Collected data:
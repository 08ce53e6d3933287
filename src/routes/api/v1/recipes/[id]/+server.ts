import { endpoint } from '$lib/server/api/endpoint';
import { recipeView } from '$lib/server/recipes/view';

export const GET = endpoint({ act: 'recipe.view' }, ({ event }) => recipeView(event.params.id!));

**Problem**
Reproduce each line above without any alteration.

**Reply**
repository 08ce53e6d3933287
filename src/routes/api/v1/recipes/[id]/+server.ts
import { endpoint } from '$lib/server/api/endpoint';
import { recipeView } from '$lib/server/recipes/view';

export const GET = endpoint({ act: 'recipe.view' }, ({ event }) => recipeView(event.params.id!));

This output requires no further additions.